WORK TASK :: Lines in the entries below where the word "java" shows up should each be copied.

THE RECORDS ::
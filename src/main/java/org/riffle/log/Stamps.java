package org.riffle.log;

import java.nio.charset.StandardCharsets;

/**
 * Timestamp cells read straight from bytes, as nanoseconds since 1970-01-01T00:00 (UTC when the cell
 * carries an offset; the wall-clock time as written when it does not). One hand-written parser covers
 * the layouts loggers write:
 * <ul>
 * <li>ISO 8601 date and time, {@code T} or a space between: {@code 2026-03-01T12:00:00.250+01:00},
 * {@code 2026-03-01 12:00:00,25Z}, {@code 2026-03-01 12:00}; also {@code 2026/03/01 ...};</li>
 * <li>day first with dots: {@code 01.03.2026 12:00:00};</li>
 * <li>slashes or dashes with the year last, {@code 01/03/2026}, read day first or month first only as
 * the {@link Order} says;</li>
 * <li>a date alone, and a time of day alone ({@code 12:00:00.5}, optionally {@code AM}/{@code PM}).</li>
 * </ul>
 * Fractions of a second take a point or a comma and up to 9 digits. Offsets are {@code Z},
 * {@code +hh:mm}, {@code +hhmm} or {@code +hh}.
 *
 * <p>Days from the civil date follow H. Hinnant, "chrono-Compatible Low-Level Date Algorithms"
 * ({@code days_from_civil}), proleptic Gregorian calendar.
 *
 * <p>Stateless and thread-safe.
 */
final class Stamps {
    /** Returned when a cell is not a timestamp of the asked layout. */
    static final long FAIL = Long.MIN_VALUE;
    static final long NANOS_PER_SECOND = 1_000_000_000L;
    static final long NANOS_PER_DAY = 86_400L * NANOS_PER_SECOND;

    /** How the numbers of a date are ordered. */
    enum Order {
        /** year, month, day: ISO 8601 ({@code -} or {@code /}). */
        YMD,
        /** day, month, year: {@code dd.MM.yyyy}, {@code dd/MM/yyyy}, {@code dd-MM-yyyy}. */
        DMY,
        /** month, day, year: {@code MM/dd/yyyy}, only when the user says so. */
        MDY
    }

    private Stamps() {
    }

    /**
     * Parses a date with an optional time of day and offset; {@link #FAIL} when {@code b[s, e)} is not
     * one in {@code order}. Surrounding spaces are ignored.
     */
    static long parse(byte[] b, int s, int e, Order order) {
        return parse(b, s, e, order, null);
    }

    /** Remembers the last date read, so rows of the same day skip the calendar. Mutable; one thread. */
    static final class DayCache {
        private final byte[] text = new byte[12];
        private int length = -1;
        private long day;
        private Order order;
    }

    /** As {@link #parse(byte[], int, int, Order)}, reusing {@code cache} (may be null) for a repeated date. */
    static long parse(byte[] b, int s, int e, Order order, DayCache cache) {
        while (s < e && b[s] == ' ') {
            s++;
        }
        while (e > s && b[e - 1] == ' ') {
            e--;
        }
        long day;
        int i;
        if (cache != null && cache.order == order && sameDate(b, s, e, cache)) {
            day = cache.day;
            i = s + cache.length;
        } else {
            day = date(b, s, e, order);
            if (day == FAIL) {
                return FAIL;
            }
            i = s + (int) (day >>> 40);
            day = (day << 24) >> 24;
            if (cache != null && i - s <= cache.text.length) {
                System.arraycopy(b, s, cache.text, 0, i - s);
                cache.length = i - s;
                cache.day = day;
                cache.order = order;
            }
        }
        if (i == e) {
            return day * NANOS_PER_DAY;
        }
        if (b[i] != 'T' && b[i] != ' ') {
            return FAIL;
        }
        i++;
        while (i < e && b[i] == ' ') {
            i++;
        }
        long tod = timeOfDay(b, i, e);
        return tod == FAIL ? FAIL : day * NANOS_PER_DAY + tod;
    }

    private static boolean sameDate(byte[] b, int s, int e, DayCache c) {
        int n = c.length;
        if (n < 0 || e - s < n || (e - s > n && isDigit(b[s + n]))) {
            return false;
        }
        for (int k = 0; k < n; k++) {
            if (b[s + k] != c.text[k]) {
                return false;
            }
        }
        return true;
    }

    /**
     * Parses a time of day with optional fraction, AM/PM and offset, as nanoseconds since midnight
     * minus the offset (so it may fall outside one day); {@link #FAIL} when it is not one.
     */
    static long timeOfDay(byte[] b, int s, int e) {
        while (s < e && b[s] == ' ') {
            s++;
        }
        while (e > s && b[e - 1] == ' ') {
            e--;
        }
        int i = s;
        int h = 0;
        int n = 0;
        while (i < e && n < 2 && isDigit(b[i])) {
            h = h * 10 + b[i++] - '0';
            n++;
        }
        if (n == 0 || i + 2 >= e || b[i] != ':' || !isDigit(b[i + 1]) || !isDigit(b[i + 2])) {
            return FAIL;
        }
        int min = (b[i + 1] - '0') * 10 + b[i + 2] - '0';
        i += 3;
        int sec = 0;
        long frac = 0;
        if (i < e && b[i] == ':') {
            if (i + 2 >= e || !isDigit(b[i + 1]) || !isDigit(b[i + 2])) {
                return FAIL;
            }
            sec = (b[i + 1] - '0') * 10 + b[i + 2] - '0';
            i += 3;
            if (i < e && (b[i] == '.' || b[i] == ',')) {
                i++;
                long scale = 100_000_000L;
                int start = i;
                while (i < e && isDigit(b[i])) {
                    frac += (b[i++] - '0') * scale;
                    scale /= 10;
                }
                if (i == start || i - start > 9) {
                    return FAIL;
                }
            }
        }
        while (i < e && b[i] == ' ') {
            i++;
        }
        if (i + 1 < e && (b[i + 1] == 'M' || b[i + 1] == 'm')) {
            boolean pm = b[i] == 'P' || b[i] == 'p';
            if ((!pm && b[i] != 'A' && b[i] != 'a') || h < 1 || h > 12) {
                return FAIL;
            }
            h = h % 12 + (pm ? 12 : 0);
            i += 2;
            while (i < e && b[i] == ' ') {
                i++;
            }
        }
        long offset = offsetSeconds(b, i, e);
        if (offset == FAIL || h > 23 || min > 59 || sec > 60) {
            return FAIL;
        }
        return ((h * 3600L + min * 60L + sec) - offset) * NANOS_PER_SECOND + frac;
    }

    /** Seconds east of UTC for {@code Z}, {@code +hh:mm}, {@code +hhmm}, {@code +hh}, 0 for none. */
    private static long offsetSeconds(byte[] b, int i, int e) {
        if (i == e) {
            return 0;
        }
        if (b[i] == 'Z' || b[i] == 'z') {
            return i + 1 == e ? 0 : FAIL;
        }
        if (b[i] != '+' && b[i] != '-') {
            return FAIL;
        }
        int sign = b[i] == '-' ? -1 : 1;
        int len = e - i - 1;
        int j = i + 1;
        if (len != 2 && len != 4 && !(len == 5 && b[j + 2] == ':')) {
            return FAIL;
        }
        int hh = two(b, j);
        int mm = len == 2 ? 0 : two(b, len == 5 ? j + 3 : j + 2);
        if (hh < 0 || mm < 0 || hh > 18 || mm > 59) {
            return FAIL;
        }
        return sign * (hh * 3600L + mm * 60L);
    }

    private static int two(byte[] b, int j) {
        return isDigit(b[j]) && isDigit(b[j + 1]) ? (b[j] - '0') * 10 + b[j + 1] - '0' : -1;
    }

    /**
     * The date at the start of {@code b[s, e)} as epoch days in the low 40 bits and its length in
     * bytes above them; {@link #FAIL} when there is none in {@code order}.
     */
    static long date(byte[] b, int s, int e, Order order) {
        int i = s;
        int f0 = 0;
        int n0 = 0;
        while (i < e && n0 < 4 && isDigit(b[i])) {
            f0 = f0 * 10 + b[i++] - '0';
            n0++;
        }
        if (n0 == 0 || i >= e || (b[i] != '-' && b[i] != '.' && b[i] != '/')) {
            return FAIL;
        }
        byte sep = b[i++];
        int f1 = 0;
        int n1 = 0;
        while (i < e && n1 < 2 && isDigit(b[i])) {
            f1 = f1 * 10 + b[i++] - '0';
            n1++;
        }
        if (n1 == 0 || i >= e || b[i] != sep) {
            return FAIL;
        }
        i++;
        int f2 = 0;
        int n2 = 0;
        while (i < e && n2 < 4 && isDigit(b[i])) {
            f2 = f2 * 10 + b[i++] - '0';
            n2++;
        }
        if (n2 == 0 || (i < e && isDigit(b[i]))) {
            return FAIL;
        }
        int y;
        int m;
        int d;
        if (order == Order.YMD) {
            if (n0 != 4 || n2 > 2 || sep == '.') {
                return FAIL;
            }
            y = f0;
            m = f1;
            d = f2;
        } else {
            if (n2 != 4 || n0 > 2 || (sep == '.' && order == Order.MDY)) {
                return FAIL;
            }
            y = f2;
            m = order == Order.DMY ? f1 : f0;
            d = order == Order.DMY ? f0 : f1;
        }
        if (m < 1 || m > 12 || d < 1 || d > daysInMonth(y, m)) {
            return FAIL;
        }
        return ((long) (i - s) << 40) | (epochDay(y, m, d) & ((1L << 40) - 1));
    }

    /** Days from 1970-01-01 to {@code y-m-d} (Hinnant's {@code days_from_civil}). */
    static long epochDay(int y, int m, int d) {
        int yy = m <= 2 ? y - 1 : y;
        int era = Math.floorDiv(yy, 400);
        int yoe = yy - era * 400;
        int doy = (153 * (m + (m > 2 ? -3 : 9)) + 2) / 5 + d - 1;
        int doe = yoe * 365 + yoe / 4 - yoe / 100 + doy;
        return era * 146_097L + doe - 719_468L;
    }

    private static int daysInMonth(int y, int m) {
        if (m == 2) {
            return (y % 4 == 0 && y % 100 != 0) || y % 400 == 0 ? 29 : 28;
        }
        return m == 4 || m == 6 || m == 9 || m == 11 ? 30 : 31;
    }

    private static boolean isDigit(byte c) {
        return c >= '0' && c <= '9';
    }

    /** {@link #parse(byte[], int, int, Order)} on text (sniffing and tests). */
    static long parse(String text, Order order) {
        byte[] b = text.getBytes(StandardCharsets.UTF_8);
        return parse(b, 0, b.length, order);
    }

    /** {@link #timeOfDay(byte[], int, int)} on text. */
    static long timeOfDay(String text) {
        byte[] b = text.getBytes(StandardCharsets.UTF_8);
        return timeOfDay(b, 0, b.length);
    }
}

YOUR SOLUTION ::
filename src/main/java/org/riffle/log/Stamps.java
import java.nio.charset.StandardCharsets;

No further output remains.